[Saved data entries]
════════════════════

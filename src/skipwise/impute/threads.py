"""One BLAS thread while imputation chains run.

The chains' linear algebra is on narrow matrices (cases x predictors), where BLAS threads
gain little; several threads per chain make results depend on how a reduction was split
(a dot product summed in two halves rounds differently), and with chains in parallel
processes they oversubscribe the cores (OpenBLAS threads spin while they wait, which on a
shared machine burns CPU time other processes need).  So a chain runs with one BLAS thread,
and the previous setting is restored afterwards.

This talks to the OpenBLAS libraries the process has loaded (numpy's and scipy's wheels
each bring one) through their ``*_set_num_threads`` functions; with another BLAS, or where
the loaded libraries cannot be listed (no ``/proc/self/maps``), it does nothing.
"""

from __future__ import annotations

import ctypes
import os
from contextlib import contextmanager
from functools import lru_cache
from typing import Callable, Iterator

__all__ = ["one_blas_thread", "blas_threads"]

_PREFIXES = ("scipy_openblas", "openblas")
_SUFFIXES = ("64_", "")


@lru_cache(maxsize=1)
def _controls() -> tuple[tuple[Callable[[], int], Callable[[int], None]], ...]:
    """(get, set) number-of-threads functions of every OpenBLAS library loaded."""
    try:
        with open("/proc/self/maps", encoding="utf-8", errors="replace") as fh:
            paths = sorted({line.split()[-1] for line in fh
                            if "openblas" in os.path.basename(line.split()[-1]).lower()})
    except OSError:
        return ()
    out = []
    for path in paths:
        try:
            lib = ctypes.CDLL(path)
        except OSError:
            continue
        for prefix in _PREFIXES:
            found = False
            for suffix in _SUFFIXES:
                get = getattr(lib, f"{prefix}_get_num_threads{suffix}", None)
                put = getattr(lib, f"{prefix}_set_num_threads{suffix}", None)
                if get is not None and put is not None:
                    get.restype, put.argtypes = ctypes.c_int, [ctypes.c_int]
                    out.append((get, put))
                    found = True
                    break
            if found:
                break
    return tuple(out)


@contextmanager
def one_blas_thread() -> Iterator[None]:
    """Run the block with one BLAS thread in every loaded OpenBLAS; restore the counts after."""
    controls = _controls()
    before = [get() for get, _ in controls]
    for _, put in controls:
        put(1)
    try:
        yield
    finally:
        for (_, put), n in zip(controls, before):
            put(n)


def blas_threads() -> list[int]:
    """Current thread count of every loaded OpenBLAS (empty when none can be reached)."""
    return [get() for get, _ in _controls()]
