"""The classic ways of handling missing data, each reporting what it cost.

Listwise deletion, dropping variables, pairwise-available covariance and
correlation, and mean / median / mode imputation. All functions are pure: they
take a DataFrame (missing = NaN / NA) and return a frozen result record.

References
----------
Little, R. J. A. and Rubin, D. B. (2019). *Statistical Analysis with Missing
Data*, 3rd ed. Wiley, ch. 3 (complete-case and available-case analysis, and
why single mean imputation understates variance).
"""

from __future__ import annotations

from dataclasses import dataclass
from typing import Literal, Sequence

import numpy as np
import pandas as pd

from skipwise.errors import Category, Problem, ProblemCode, SkipwiseError
from skipwise.impute.result import MNAR_CAUTION, ImputationResult, as_float_frame, check_columns

__all__ = [
    "ListwiseResult", "listwise_delete", "DropResult", "drop_variables",
    "PairwiseResult", "pairwise_cov", "pairwise_corr", "simple_impute", "SIMPLE_CAUTION",
]

#: Why single-value imputation is shown with a warning.
SIMPLE_CAUTION = (
    "Filling every gap with one value (mean, median or mode) shrinks the item's variance, "
    "piles cases on one value, weakens its correlations with other items and makes standard "
    "errors too small; use it only for quick looks, not for inference."
)


def _items(data: pd.DataFrame, items: Sequence[str] | None) -> list[str]:
    names = list(data.columns) if items is None else list(items)
    check_columns(data, names)
    return names


# --------------------------------------------------------------------------- listwise
@dataclass(frozen=True, kw_only=True)
class ListwiseResult:
    """Complete cases over the chosen items, and the cases lost.

    Attributes
    ----------
    data
        Rows complete on every chosen item (original index kept).
    items
        The items that had to be complete.
    n_before, n_after, n_lost
        Case counts.
    lost_by_item
        Per item, the number of cases missing on it (a case may count under several items).
    lost_by_group
        With ``by``: one row per group with ``n``, ``kept``, ``lost`` and ``share_lost``; else None.
    """

    data: pd.DataFrame
    items: tuple[str, ...]
    n_before: int
    n_after: int
    n_lost: int
    lost_by_item: pd.Series
    lost_by_group: pd.DataFrame | None = None

    @property
    def share_lost(self) -> float:
        return self.n_lost / self.n_before if self.n_before else 0.0

    def summary(self) -> str:
        text = (f"listwise deletion over {len(self.items)} items: {self.n_lost:,} of "
                f"{self.n_before:,} cases lost ({self.share_lost:.1%}); unbiased only if the "
                "complete cases are a random subsample (MCAR).")
        return text + "\ncaution: " + MNAR_CAUTION


def listwise_delete(data: pd.DataFrame, items: Sequence[str] | None = None, *,
                    by: str | Sequence[str] | None = None) -> ListwiseResult:
    """Keep only the cases complete on ``items`` (complete-case analysis).

    Parameters
    ----------
    data
        Survey frame, missing = NaN / NA.
    items
        Items that must be present (default: every column).
    by
        Optional grouping column(s) for the losses by group (missing group values form their own group).

    Returns
    -------
    ListwiseResult

    References
    ----------
    Little, R. J. A. and Rubin, D. B. (2019). *Statistical Analysis with Missing Data*, 3rd ed., sec. 3.2.

    Examples
    --------
    >>> df = pd.DataFrame({"a": [1, None, 3], "b": [1, 2, None]})
    >>> listwise_delete(df).n_lost
    2
    """
    names = _items(data, items)
    missing = data.loc[:, names].isna()
    complete = ~missing.any(axis=1)
    by_table = None
    if by is not None:
        keys = [by] if isinstance(by, str) else list(by)
        check_columns(data, keys, role="group")
        grouped = complete.groupby([data[k] for k in keys], dropna=False, sort=True)
        by_table = pd.DataFrame({"n": grouped.size(), "kept": grouped.sum().astype("int64")})
        by_table["lost"] = by_table["n"] - by_table["kept"]
        by_table["share_lost"] = by_table["lost"] / by_table["n"]
    n = len(data)
    kept = int(complete.sum())
    return ListwiseResult(
        data=data.loc[complete].copy(), items=tuple(names), n_before=n, n_after=kept,
        n_lost=n - kept, lost_by_item=missing.sum().astype("int64"), lost_by_group=by_table,
    )


# --------------------------------------------------------------------------- drop variables
@dataclass(frozen=True, kw_only=True)
class DropResult:
    """Variables dropped for too much missingness, and why.

    Attributes
    ----------
    data
        The frame without the dropped columns.
    dropped
        Names of dropped columns.
    reasons
        Per dropped column, a sentence saying why.
    missing_rate
        Missing share of every examined column.
    threshold
        The rate above which a column was dropped.
    """

    data: pd.DataFrame
    dropped: tuple[str, ...]
    reasons: dict[str, str]
    missing_rate: pd.Series
    threshold: float

    def summary(self) -> str:
        if not self.dropped:
            return f"no variable has more than {self.threshold:.0%} missing"
        return "\n".join(f"dropped {k}: {v}" for k, v in self.reasons.items())


def drop_variables(data: pd.DataFrame, items: Sequence[str] | None = None, *,
                   max_missing_rate: float = 0.5) -> DropResult:
    """Drop every examined column whose missing share exceeds ``max_missing_rate``.

    Parameters
    ----------
    data
        Survey frame, missing = NaN / NA.
    items
        Columns examined (default: all); other columns are always kept.
    max_missing_rate
        Drop a column when its missing share is strictly above this (0 to 1). A
        threshold is common practice, no source; choose it in advance.

    Returns
    -------
    DropResult
    """
    if not 0.0 <= max_missing_rate <= 1.0:
        raise SkipwiseError(Problem(code=ProblemCode.BAD_VALUE, category=Category.USAGE,
                                    message=f"max_missing_rate must lie in [0, 1], got {max_missing_rate}"))
    names = _items(data, items)
    n = len(data)
    rate = data.loc[:, names].isna().mean() if n else pd.Series(0.0, index=names)
    drop = [c for c in names if rate[c] > max_missing_rate]
    reasons = {c: f"{rate[c]:.1%} missing, above the {max_missing_rate:.0%} threshold" for c in drop}
    return DropResult(data=data.drop(columns=drop), dropped=tuple(drop), reasons=reasons,
                      missing_rate=rate, threshold=max_missing_rate)


# --------------------------------------------------------------------------- pairwise
@dataclass(frozen=True, kw_only=True)
class PairwiseResult:
    """A pairwise-available covariance or correlation matrix.

    Attributes
    ----------
    matrix
        Each entry computed from the cases present on both variables (NaN where
        fewer than ``min_periods`` such cases).
    n
        Pairwise number of cases of every entry.
    kind
        ``"covariance"`` or ``"correlation"``.
    eigenvalues
        Eigenvalues of ``matrix`` in ascending order (empty if it has NaN entries).
    psd
        Whether the matrix is positive semi-definite (within a relative tolerance);
        None when it has NaN entries. Pairwise matrices often are not, which
        breaks regression, factor analysis and Cholesky-based simulation.
    """

    matrix: pd.DataFrame
    n: pd.DataFrame
    kind: str
    eigenvalues: np.ndarray
    psd: bool | None

    @property
    def warning(self) -> str | None:
        if self.psd is False:
            return (f"the pairwise {self.kind} matrix is not positive semi-definite (smallest "
                    f"eigenvalue {self.eigenvalues[0]:.4g}); analyses that need a valid matrix will fail "
                    "or mislead")
        if self.psd is None:
            return f"some pairs have too few cases; the {self.kind} matrix has empty entries"
        return None


def _pairwise(data: pd.DataFrame, items: Sequence[str] | None, min_periods: int,
              kind: Literal["covariance", "correlation"], ddof: int) -> PairwiseResult:
    names = _items(data, items)
    check_columns(data, names, numeric=True)
    x = as_float_frame(data, names)
    present = ~np.isnan(x)
    m = present.astype("float64")
    # Centre by the column mean first: the sums below then avoid catastrophic cancellation.
    with np.errstate(invalid="ignore"):
        x = x - np.nanmean(x, axis=0) if len(x) else x
    xz = np.where(present, x, 0.0)
    n = m.T @ m                          # n[j, k]: cases present on both j and k
    sx = xz.T @ m                        # sx[j, k]: sum of x_j over those cases
    sxx = (xz * xz).T @ m                # sxx[j, k]: sum of x_j**2 over those cases
    sxy = xz.T @ xz                      # sum of x_j x_k over those cases
    with np.errstate(invalid="ignore", divide="ignore"):
        cross = sxy - sx * sx.T / n
        if kind == "covariance":
            mat = cross / (n - ddof)
        else:
            vj = sxx - sx ** 2 / n
            mat = cross / np.sqrt(vj * vj.T)
            np.fill_diagonal(mat, np.where(np.diag(n) >= max(min_periods, 2), 1.0, np.nan))
    mat = np.where(n >= min_periods, mat, np.nan)
    if kind == "correlation":
        mat = np.clip(mat, -1.0, 1.0)
    if np.isnan(mat).any() or not len(names):
        eig, psd = np.array([]), None
    else:
        eig = np.linalg.eigvalsh((mat + mat.T) / 2.0)
        # Relative tolerance for rounding error: common practice, no source.
        psd = bool(eig[0] >= -1e-10 * max(1.0, float(np.abs(eig).max())))
    return PairwiseResult(
        matrix=pd.DataFrame(mat, index=names, columns=names),
        n=pd.DataFrame(n.astype("int64"), index=names, columns=names),
        kind=kind, eigenvalues=eig, psd=psd,
    )


def pairwise_cov(data: pd.DataFrame, items: Sequence[str] | None = None, *,
                 min_periods: int = 2, ddof: int = 1) -> PairwiseResult:
    """Pairwise-available covariance matrix with the pairwise n of every entry.

    Entry (j, k) uses the cases present on both j and k, with their own means.

    References
    ----------
    Little, R. J. A. and Rubin, D. B. (2019). *Statistical Analysis with Missing Data*, 3rd ed., sec. 3.4.
    """
    return _pairwise(data, items, min_periods, "covariance", ddof)


def pairwise_corr(data: pd.DataFrame, items: Sequence[str] | None = None, *,
                  min_periods: int = 2) -> PairwiseResult:
    """Pairwise-available Pearson correlations (means and SDs from each pair's cases).

    References
    ----------
    Little, R. J. A. and Rubin, D. B. (2019). *Statistical Analysis with Missing Data*, 3rd ed., sec. 3.4.
    """
    return _pairwise(data, items, min_periods, "correlation", 1)


# --------------------------------------------------------------------------- mean / median / mode
def simple_impute(data: pd.DataFrame, items: Sequence[str] | None = None, *,
                  statistic: Literal["mean", "median", "mode"] = "mean",
                  by: str | Sequence[str] | None = None) -> ImputationResult:
    """Fill each item's gaps with one value: its mean, median or mode (overall or within ``by``).

    Ties of the mode go to the smallest value. Groups (of ``by``) without any
    observed value leave their gaps unfilled and are counted in ``unfilled``.

    Parameters
    ----------
    data
        Survey frame, missing = NaN / NA.
    items
        Items to fill (default: every column).
    statistic
        ``mean`` and ``median`` need numeric items; ``mode`` works for any.
    by
        Optional class column(s): fill with the statistic of the case's class.

    Returns
    -------
    ImputationResult
        Its ``cautions`` start with :data:`SIMPLE_CAUTION`.

    References
    ----------
    Little, R. J. A. and Rubin, D. B. (2019). *Statistical Analysis with Missing Data*, 3rd ed.,
    sec. 4.2 (unconditional mean imputation and its distortions).
    """
    if statistic not in ("mean", "median", "mode"):
        raise SkipwiseError(Problem(code=ProblemCode.BAD_VALUE, category=Category.USAGE,
                                    message=f"unknown statistic '{statistic}'",
                                    hint="use mean, median or mode"))
    names = _items(data, items)
    if statistic != "mode":
        check_columns(data, names, numeric=True)
    keys = None
    if by is not None:
        keys = [by] if isinstance(by, str) else list(by)
        check_columns(data, keys, role="class")
    out = data.copy()
    imputed = data.loc[:, names].isna()
    unfilled = {}
    for item in names:
        col = data[item]
        if statistic != "mode":
            col = col.astype("float64")  # a mean does not fit an integer column
        if keys is None:
            fill_value = _stat(col, statistic)
            filled = col.fillna(fill_value) if fill_value is not None else col
        else:
            grouped = col.groupby([data[k] for k in keys], dropna=False)
            fill = grouped.transform(lambda s: _stat(s, statistic))
            filled = col.fillna(fill)
        out[item] = filled
        still = filled.isna() & imputed[item]
        unfilled[item] = int(still.sum())
        imputed[item] = imputed[item] & ~still
    notes = (f"{statistic} imputation" + (f" within classes of {', '.join(keys)}" if keys else ""),)
    return ImputationResult(data=out, imputed=imputed, method=statistic,
                            unfilled=pd.Series(unfilled, dtype="int64"), notes=notes,
                            cautions=(SIMPLE_CAUTION, MNAR_CAUTION))


def _stat(s: pd.Series, statistic: str):
    obs = s.dropna()
    if obs.empty:
        return None
    if statistic == "mean":
        return float(obs.mean())
    if statistic == "median":
        return float(obs.median())
    return obs.mode().iloc[0]
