/* largest |cl error| at the measured angles up to the measured cl_max (which it returns in
 * *clmax_meas); sign > 0: angles as given; the symmetric section lets negative angles be
 * compared as positive ones with the sign of cl changed (|alpha| folded). */
static double cl_error_below_stall(const polar *pl, const double *al, const double *cl, size_t nr,
                                   size_t *n, double *clmax_meas)
{
  size_t im = 0;
  for (size_t i = 0; i < nr; i++) im = cl[i] > cl[im] ? i : im;
  *clmax_meas = cl[im];
  double worst = 0.0;
  *n = 0;
  for (size_t i = 0; i < nr; i++) {
    double a = fabs(al[i]), c = al[i] < 0.0 ? -cl[i] : cl[i];
    if (a > al[im] + 1e-9 || (al[i] < 0.0 && c > *clmax_meas)) continue;
    double ours = ascr_polar_cl_at_alpha(pl->p, pl->n, a);
    if (!isfinite(ours)) continue;
    print_message("  alpha %6.2f: cl airscrew %.4f, measured %.4f\n", al[i], al[i] < 0.0 ? -ours : ours, cl[i]);
    worst = fmax(worst, fabs(ours - c));
    (*n)++;
  }
  return worst;
}

/* The lift targets of one set: cl below stall (largest error over the measured angles up to
 * the measured cl_max; m of them in the set) and cl_max (held if clmax_held). */
static void lift_targets(const polar *pl, const double *al, const double *cl, size_t nr, size_t m,
                         const char *label, int clmax_held, int *failed)
{
  size_t n = 0;
  double clmax_meas;
  double e = cl_error_below_stall(pl, al, cl, nr, &n, &clmax_meas);
  char what[96];
  snprintf(what, sizeof what, "%s: cl below stall, largest", label);
  target(what, e, 0.03, 0, n, m, failed);
  snprintf(what, sizeof what, "%s: cl_max", label);
  target(what, fabs(pl->sum.cl_max - clmax_meas), 0.08, clmax_held, 1, 1, failed);
  print_message("  cl_max airscrew %.4f at %.2f deg, measured %.4f\n", pl->sum.cl_max,
                pl->sum.alpha_cl_max_deg, clmax_meas);
}
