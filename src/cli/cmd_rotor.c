/* src/cli/cmd_rotor.c
 * "airscrew rotor": propeller performance from a blade file over rpm and axial speed, with
 * section tables computed by airscrew (or given), and the rpm for a target thrust.
 */
#define _GNU_SOURCE
#include "cli.h"
#include "cli_figures.h"
#include "cli_rotor_opts.h"
#include "cli_tables.h"
#include "commands.h"

#include <getopt.h>
#include <jansson.h>
#include <math.h>
#include <stdlib.h>
#include <string.h>

#define ROTOR_MAX_VALUES 64

static const char *const rotor_cautions[] = {
    "Predictions are estimates: confirm them on a guarded thrust stand before flight.",
    "A spinning propeller cuts; blades and hubs can fail at high rpm. Keep clear of the rotor "
    "plane, use guards and follow local rules and qualified practice.",
    NULL};

static void rotor_help(FILE *fp)
{
  fputs("usage: airscrew rotor BLADE.json --rpm VALUES [--airspeed VALUES | --advance-ratio VALUES]\n"
        "                      [options]\n"
        "       airscrew rotor BLADE.json --thrust N --rpm-range LO:HI [--airspeed VALUES] [options]\n"
        "\n"
        "Thrust, torque, power and efficiency of a propeller from its blade file. The section\n"
        "polars are computed by airscrew's viscous solver over the Reynolds numbers the\n"
        "operating points need, and kept in a cache so that the next run reuses them.\n"
        "VALUES is a comma-separated list or START:END:STEP.\n"
        "\n"
        "operating points:\n"
        "  -n, --rpm VALUES        rotation rates, rev/min\n"
        "  -v, --airspeed VALUES   axial airspeeds (flight or climb), m/s (default 0: static);\n"
        "                          --speed is the same option\n"
        "      --advance-ratio VALUES  advance ratios J = V/(n D) instead of airspeeds: every\n"
        "                          rpm is run at every J\n"
        "      --thrust N          find the rpm giving N newtons at each airspeed (needs\n"
        "                          --rpm-range)\n"
        "      --rpm-range LO:HI   search range of --thrust, rev/min\n"
        CLI_ROTOR_OPTS_HELP
        "transition uncertainty:\n"
        "      --ncrit-range LO:HI also solve every point with tables at N_crit LO and HI and\n"
        "                          report the band of thrust, power and efficiency they span\n"
        "output:\n"
        "      --stations          print the spanwise distributions in the table output\n"
        "      --plot DIR          also draw CT, CP, efficiency against J, thrust against rpm and\n"
        "                          the spanwise loading (DIR/rotor*.svg and .png); with\n"
        "                          --advance-ratio at two or more rpm also CT and CP at each\n"
        "                          J against the chord Reynolds number at 0.75 R\n"
        "      --json, --csv       machine-readable output (JSON carries the distributions)\n"
        "  -o, --output FILE       write to FILE (whole or not at all)\n"
        "      --force             replace FILE if it exists\n"
        "  -h, --help              this help\n"
        "\n"
        "Predictions are estimates. Test on a guarded thrust stand; a spinning propeller cuts.\n",
        fp);
}

typedef struct rotor_point {
  ascr_rotor_result r;
  ascr_rotor_element *el;
  int solved;       /* the solver ran and filled r */
  int banded;       /* band filled (--ncrit-range) */
  ascr_rotor_result band_lo; /* the point at N_crit LO, until the band is formed */
  ascr_rotor_band band;
  char note[ASCR_ERRBUF_SIZE]; /* why there is no result */
} rotor_point;

/* The notes on one operating point, each a sentence of its own, counts with their totals
 * (issue 17: "34 elements beyond ..." did not say of how many): the same words in the table
 * and in JSON. Returns the number of notes. */
#define NOTE_MAX 8
static size_t point_notes(const rotor_point *pt, size_t n_el, char notes[NOTE_MAX][200])
{
  size_t k = 0;
  if (!pt->solved) {
    snprintf(notes[k++], 200, "no solution: %.170s", pt->note);
    return k;
  }
  if (!pt->r.converged) snprintf(notes[k++], 200, "not converged");
  if (pt->r.converged && pt->r.low_confidence) {
    snprintf(notes[k++], 200, "low confidence: %.0f %% of the thrust on flagged elements",
             100.0 * pt->r.flagged_thrust_share);
  }
  if (pt->r.n_stalled > 0) {
    snprintf(notes[k++], 200, "%zu of %zu elements stalled", pt->r.n_stalled, n_el);
  }
  if (pt->r.n_extended > 0) {
    snprintf(notes[k++], 200, "%zu of %zu elements beyond the computed polar range (post-stall "
             "model)", pt->r.n_extended, n_el);
  }
  if (pt->r.n_bridged > 0) {
    snprintf(notes[k++], 200, "%zu of %zu elements in a gap of their polar (bridged)",
             pt->r.n_bridged, n_el);
  }
  if (pt->r.n_re_outside > 0) {
    snprintf(notes[k++], 200, "%zu of %zu elements outside the table's Re range (nearest curve)",
             pt->r.n_re_outside, n_el);
  }
  if (pt->r.n_trip_unbound > 0) {
    snprintf(notes[k++], 200, "%zu of %zu elements where the section's trip binds nothing (free "
             "transition there)", pt->r.n_trip_unbound, n_el);
  }
  if (pt->r.tip_mach > 0.7) {
    snprintf(notes[k++], 200, "tip Mach %.3f above 0.7: compressibility beyond the correction",
             pt->r.tip_mach);
  }
  return k;
}
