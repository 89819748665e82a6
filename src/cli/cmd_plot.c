/* src/cli/cmd_plot.c
 * "airscrew plot": redraw the figures of a saved JSON result of polar or rotor.
 */
#define _POSIX_C_SOURCE 200809L
#include "cli.h"
#include "cli_csv.h"
#include "cli_figures.h"
#include "commands.h"

#include <strings.h>

#include <jansson.h>
#include <math.h>
#include <stdlib.h>
#include <string.h>

static void plot_help(FILE *fp)
{
  fputs("usage: airscrew plot RESULT.json|RESULT.csv --out DIR [--model NAME] [--force]\n"
        "\n"
        "Draw the figures of a result saved with --json or --csv by 'airscrew polar' (polars:\n"
        "DIR/polar; from JSON with several Re also the Reynolds-number study, DIR/polar-re) or 'airscrew rotor' (CT, CP, efficiency, thrust and power: DIR/rotor;\n"
        "spanwise loading: DIR/rotor-spanwise, from JSON with --stations), as SVG and PNG.\n"
        "Files ending in .csv are read as CSV, others as JSON. Unconverged points (null in\n"
        "JSON, converged=false or empty in CSV) are left out. A rotor CSV with a model column\n"
        "(the demo's rotor-map.csv) is drawn for one model: --model NAME, default the first.\n",
        fp);
}

/* largest result file read (a rotor map with spanwise stations is a few MiB) */
#define PLOT_JSON_MAX ((size_t)64 << 20)

static double jnum(json_t *o, const char *k)
{
  json_t *v = json_object_get(o, k);
  return json_is_number(v) ? json_number_value(v) : NAN;
}

/* The numeric fields of an object: absent or null read as NaN (an unconverged point), a
 * number as itself, anything else is an error naming the file, the place and the field.
 * Returns 0 or CLI_EXIT_INPUT (message printed). */
static int jnums(const char *file, const char *where, size_t i, json_t *o, const char *const *keys,
                 double *const *out, size_t nk)
{
  if (!json_is_object(o)) {
    cli_error("%s: %s[%zu]: expected an object", file, where, i);
    return CLI_EXIT_INPUT;
  }
  for (size_t k = 0; k < nk; k++) {
    json_t *v = json_object_get(o, keys[k]);
    if (v != NULL && !json_is_null(v) && !json_is_number(v)) {
      cli_error("%s: %s[%zu].%s: expected a number", file, where, i, keys[k]);
      return CLI_EXIT_INPUT;
    }
    *out[k] = json_is_number(v) ? json_number_value(v) : NAN;
  }
  return 0;
}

════════════════════

**Brief**
Tell me how many lines of the data hold the word "airscrew", giving only the number.

**Result for this task**
11